* [Instructions to follow]: Reproduce all the data verbatim.

* [Material provided]:
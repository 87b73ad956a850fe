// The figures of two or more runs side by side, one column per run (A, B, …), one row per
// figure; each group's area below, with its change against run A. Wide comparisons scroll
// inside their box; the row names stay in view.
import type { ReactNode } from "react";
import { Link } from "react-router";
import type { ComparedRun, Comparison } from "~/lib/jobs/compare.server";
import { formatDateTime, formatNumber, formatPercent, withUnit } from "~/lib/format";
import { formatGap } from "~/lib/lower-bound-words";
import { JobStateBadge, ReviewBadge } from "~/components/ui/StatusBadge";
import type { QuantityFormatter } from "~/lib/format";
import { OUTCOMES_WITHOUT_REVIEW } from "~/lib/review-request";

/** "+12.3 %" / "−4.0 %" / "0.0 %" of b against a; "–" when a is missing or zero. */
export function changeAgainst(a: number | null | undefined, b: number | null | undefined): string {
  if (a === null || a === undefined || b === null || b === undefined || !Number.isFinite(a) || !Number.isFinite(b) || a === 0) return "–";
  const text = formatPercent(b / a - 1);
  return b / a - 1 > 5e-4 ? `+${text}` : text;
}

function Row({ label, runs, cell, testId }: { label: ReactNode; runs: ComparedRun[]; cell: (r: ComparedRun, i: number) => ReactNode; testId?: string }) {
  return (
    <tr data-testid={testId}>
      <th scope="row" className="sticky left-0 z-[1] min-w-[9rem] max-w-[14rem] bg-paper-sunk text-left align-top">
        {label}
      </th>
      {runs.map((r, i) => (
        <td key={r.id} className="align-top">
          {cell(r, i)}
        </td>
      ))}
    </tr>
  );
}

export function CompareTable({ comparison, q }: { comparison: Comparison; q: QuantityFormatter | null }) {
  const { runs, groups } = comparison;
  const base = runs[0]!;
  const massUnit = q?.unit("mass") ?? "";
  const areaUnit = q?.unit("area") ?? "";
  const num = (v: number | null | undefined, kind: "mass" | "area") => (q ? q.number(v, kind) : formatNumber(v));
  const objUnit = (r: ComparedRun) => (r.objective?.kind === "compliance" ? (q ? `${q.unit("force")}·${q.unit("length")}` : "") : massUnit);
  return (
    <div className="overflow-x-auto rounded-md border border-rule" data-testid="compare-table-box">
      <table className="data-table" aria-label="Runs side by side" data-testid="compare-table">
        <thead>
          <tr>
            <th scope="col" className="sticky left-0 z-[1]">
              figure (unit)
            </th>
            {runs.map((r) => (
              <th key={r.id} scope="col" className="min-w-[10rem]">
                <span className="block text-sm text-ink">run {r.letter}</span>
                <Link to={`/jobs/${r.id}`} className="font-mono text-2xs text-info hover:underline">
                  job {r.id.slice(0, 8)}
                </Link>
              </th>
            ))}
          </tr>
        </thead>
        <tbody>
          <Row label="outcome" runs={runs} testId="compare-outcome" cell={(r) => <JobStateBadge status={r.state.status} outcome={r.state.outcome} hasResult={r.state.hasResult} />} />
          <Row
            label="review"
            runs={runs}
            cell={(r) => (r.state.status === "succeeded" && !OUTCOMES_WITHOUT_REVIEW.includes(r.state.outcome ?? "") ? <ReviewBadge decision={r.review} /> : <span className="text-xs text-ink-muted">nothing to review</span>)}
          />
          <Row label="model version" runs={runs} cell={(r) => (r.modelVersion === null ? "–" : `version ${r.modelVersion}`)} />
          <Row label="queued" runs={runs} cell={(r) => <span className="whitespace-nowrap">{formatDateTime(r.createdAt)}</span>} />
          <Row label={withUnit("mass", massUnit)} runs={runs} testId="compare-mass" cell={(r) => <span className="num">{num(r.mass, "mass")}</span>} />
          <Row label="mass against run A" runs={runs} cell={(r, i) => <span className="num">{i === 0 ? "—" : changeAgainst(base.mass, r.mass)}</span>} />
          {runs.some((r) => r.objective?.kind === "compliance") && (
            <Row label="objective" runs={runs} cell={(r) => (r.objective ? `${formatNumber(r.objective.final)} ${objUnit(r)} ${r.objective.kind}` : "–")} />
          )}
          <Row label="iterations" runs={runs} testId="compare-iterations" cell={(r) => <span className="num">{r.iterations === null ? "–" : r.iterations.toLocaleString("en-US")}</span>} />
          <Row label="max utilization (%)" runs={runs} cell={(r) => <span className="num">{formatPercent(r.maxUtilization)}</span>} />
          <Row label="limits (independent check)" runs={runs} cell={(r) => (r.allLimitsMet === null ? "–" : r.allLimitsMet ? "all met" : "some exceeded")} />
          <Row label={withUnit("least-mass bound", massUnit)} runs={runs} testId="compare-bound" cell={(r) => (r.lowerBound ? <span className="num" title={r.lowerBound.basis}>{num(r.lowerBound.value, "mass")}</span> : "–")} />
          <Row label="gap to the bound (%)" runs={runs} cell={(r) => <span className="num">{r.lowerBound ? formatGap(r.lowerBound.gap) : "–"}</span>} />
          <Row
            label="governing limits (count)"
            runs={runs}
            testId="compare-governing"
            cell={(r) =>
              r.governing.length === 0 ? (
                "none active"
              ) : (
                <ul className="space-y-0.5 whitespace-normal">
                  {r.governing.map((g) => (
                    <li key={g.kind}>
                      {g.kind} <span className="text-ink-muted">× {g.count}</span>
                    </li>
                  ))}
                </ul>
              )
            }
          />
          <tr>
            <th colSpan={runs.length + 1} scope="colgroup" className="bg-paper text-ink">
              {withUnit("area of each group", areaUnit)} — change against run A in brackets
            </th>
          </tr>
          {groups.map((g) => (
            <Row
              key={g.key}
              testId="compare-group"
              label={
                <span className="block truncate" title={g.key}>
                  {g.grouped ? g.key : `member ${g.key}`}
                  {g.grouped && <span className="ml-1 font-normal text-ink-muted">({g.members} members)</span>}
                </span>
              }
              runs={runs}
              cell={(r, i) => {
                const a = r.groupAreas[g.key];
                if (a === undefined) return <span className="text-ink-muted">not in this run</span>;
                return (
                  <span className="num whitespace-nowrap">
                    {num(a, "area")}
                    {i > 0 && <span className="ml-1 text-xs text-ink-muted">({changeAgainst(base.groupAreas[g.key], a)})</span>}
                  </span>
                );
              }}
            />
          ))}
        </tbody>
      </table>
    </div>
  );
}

* [Solution to the problem]:
repository 87b73ad956a850fe
// The figures of two or more runs side by side, one column per run (A, B, …), one row per
// figure; each group's area below, with its change against run A. Wide comparisons scroll
// inside their box; the row names stay in view.
import type { ReactNode } from "react";
import { Link } from "react-router";
import type { ComparedRun, Comparison } from "~/lib/jobs/compare.server";
import { formatDateTime, formatNumber, formatPercent, withUnit } from "~/lib/format";
import { formatGap } from "~/lib/lower-bound-words";
import { JobStateBadge, ReviewBadge } from "~/components/ui/StatusBadge";
import type { QuantityFormatter } from "~/lib/format";
import { OUTCOMES_WITHOUT_REVIEW } from "~/lib/review-request";

/** "+12.3 %" / "−4.0 %" / "0.0 %" of b against a; "–" when a is missing or zero. */
export function changeAgainst(a: number | null | undefined, b: number | null | undefined): string {
  if (a === null || a === undefined || b === null || b === undefined || !Number.isFinite(a) || !Number.isFinite(b) || a === 0) return "–";
  const text = formatPercent(b / a - 1);
  return b / a - 1 > 5e-4 ? `+${text}` : text;
}

function Row({ label, runs, cell, testId }: { label: ReactNode; runs: ComparedRun[]; cell: (r: ComparedRun, i: number) => ReactNode; testId?: string }) {
  return (
    <tr data-testid={testId}>
      <th scope="row" className="sticky left-0 z-[1] min-w-[9rem] max-w-[14rem] bg-paper-sunk text-left align-top">
        {label}
      </th>
      {runs.map((r, i) => (
        <td key={r.id} className="align-top">
          {cell(r, i)}
        </td>
      ))}
    </tr>
  );
}

export function CompareTable({ comparison, q }: { comparison: Comparison; q: QuantityFormatter | null }) {
  const { runs, groups } = comparison;
  const base = runs[0]!;
  const massUnit = q?.unit("mass") ?? "";
  const areaUnit = q?.unit("area") ?? "";
  const num = (v: number | null | undefined, kind: "mass" | "area") => (q ? q.number(v, kind) : formatNumber(v));
  const objUnit = (r: ComparedRun) => (r.objective?.kind === "compliance" ? (q ? `${q.unit("force")}·${q.unit("length")}` : "") : massUnit);
  return (
    <div className="overflow-x-auto rounded-md border border-rule" data-testid="compare-table-box">
      <table className="data-table" aria-label="Runs side by side" data-testid="compare-table">
        <thead>
          <tr>
            <th scope="col" className="sticky left-0 z-[1]">
              figure (unit)
            </th>
            {runs.map((r) => (
              <th key={r.id} scope="col" className="min-w-[10rem]">
                <span className="block text-sm text-ink">run {r.letter}</span>
                <Link to={`/jobs/${r.id}`} className="font-mono text-2xs text-info hover:underline">
                  job {r.id.slice(0, 8)}
                </Link>
              </th>
            ))}
          </tr>
        </thead>
        <tbody>
          <Row label="outcome" runs={runs} testId="compare-outcome" cell={(r) => <JobStateBadge status={r.state.status} outcome={r.state.outcome} hasResult={r.state.hasResult} />} />
          <Row
            label="review"
            runs={runs}
            cell={(r) => (r.state.status === "succeeded" && !OUTCOMES_WITHOUT_REVIEW.includes(r.state.outcome ?? "") ? <ReviewBadge decision={r.review} /> : <span className="text-xs text-ink-muted">nothing to review</span>)}
          />
          <Row label="model version" runs={runs} cell={(r) => (r.modelVersion === null ? "–" : `version ${r.modelVersion}`)} />
          <Row label="queued" runs={runs} cell={(r) => <span className="whitespace-nowrap">{formatDateTime(r.createdAt)}</span>} />
          <Row label={withUnit("mass", massUnit)} runs={runs} testId="compare-mass" cell={(r) => <span className="num">{num(r.mass, "mass")}</span>} />
          <Row label="mass against run A" runs={runs} cell={(r, i) => <span className="num">{i === 0 ? "—" : changeAgainst(base.mass, r.mass)}</span>} />
          {runs.some((r) => r.objective?.kind === "compliance") && (
            <Row label="objective" runs={runs} cell={(r) => (r.objective ? `${formatNumber(r.objective.final)} ${objUnit(r)} ${r.objective.kind}` : "–")} />
          )}
          <Row label="iterations" runs={runs} testId="compare-iterations" cell={(r) => <span className="num">{r.iterations === null ? "–" : r.iterations.toLocaleString("en-US")}</span>} />
          <Row label="max utilization (%)" runs={runs} cell={(r) => <span className="num">{formatPercent(r.maxUtilization)}</span>} />
          <Row label="limits (independent check)" runs={runs} cell={(r) => (r.allLimitsMet === null ? "–" : r.allLimitsMet ? "all met" : "some exceeded")} />
          <Row label={withUnit("least-mass bound", massUnit)} runs={runs} testId="compare-bound" cell={(r) => (r.lowerBound ? <span className="num" title={r.lowerBound.basis}>{num(r.lowerBound.value, "mass")}</span> : "–")} />
          <Row label="gap to the bound (%)" runs={runs} cell={(r) => <span className="num">{r.lowerBound ? formatGap(r.lowerBound.gap) : "–"}</span>} />
          <Row
            label="governing limits (count)"
            runs={runs}
            testId="compare-governing"
            cell={(r) =>
              r.governing.length === 0 ? (
                "none active"
              ) : (
                <ul className="space-y-0.5 whitespace-normal">
                  {r.governing.map((g) => (
                    <li key={g.kind}>
                      {g.kind} <span className="text-ink-muted">× {g.count}</span>
                    </li>
                  ))}
                </ul>
              )
            }
          />
          <tr>
            <th colSpan={runs.length + 1} scope="colgroup" className="bg-paper text-ink">
              {withUnit("area of each group", areaUnit)} — change against run A in brackets
            </th>
          </tr>
          {groups.map((g) => (
            <Row
              key={g.key}
              testId="compare-group"
              label={
                <span className="block truncate" title={g.key}>
                  {g.grouped ? g.key : `member ${g.key}`}
                  {g.grouped && <span className="ml-1 font-normal text-ink-muted">({g.members} members)</span>}
                </span>
              }
              runs={runs}
              cell={(r, i) => {
                const a = r.groupAreas[g.key];
                if (a === undefined) return <span className="text-ink-muted">not in this run</span>;
                return (
                  <span className="num whitespace-nowrap">
                    {num(a, "area")}
                    {i > 0 && <span className="ml-1 text-xs text-ink-muted">({changeAgainst(base.groupAreas[g.key], a)})</span>}
                  </span>
                );
              }}
            />
          ))}
        </tbody>
      </table>
    </div>
  );
}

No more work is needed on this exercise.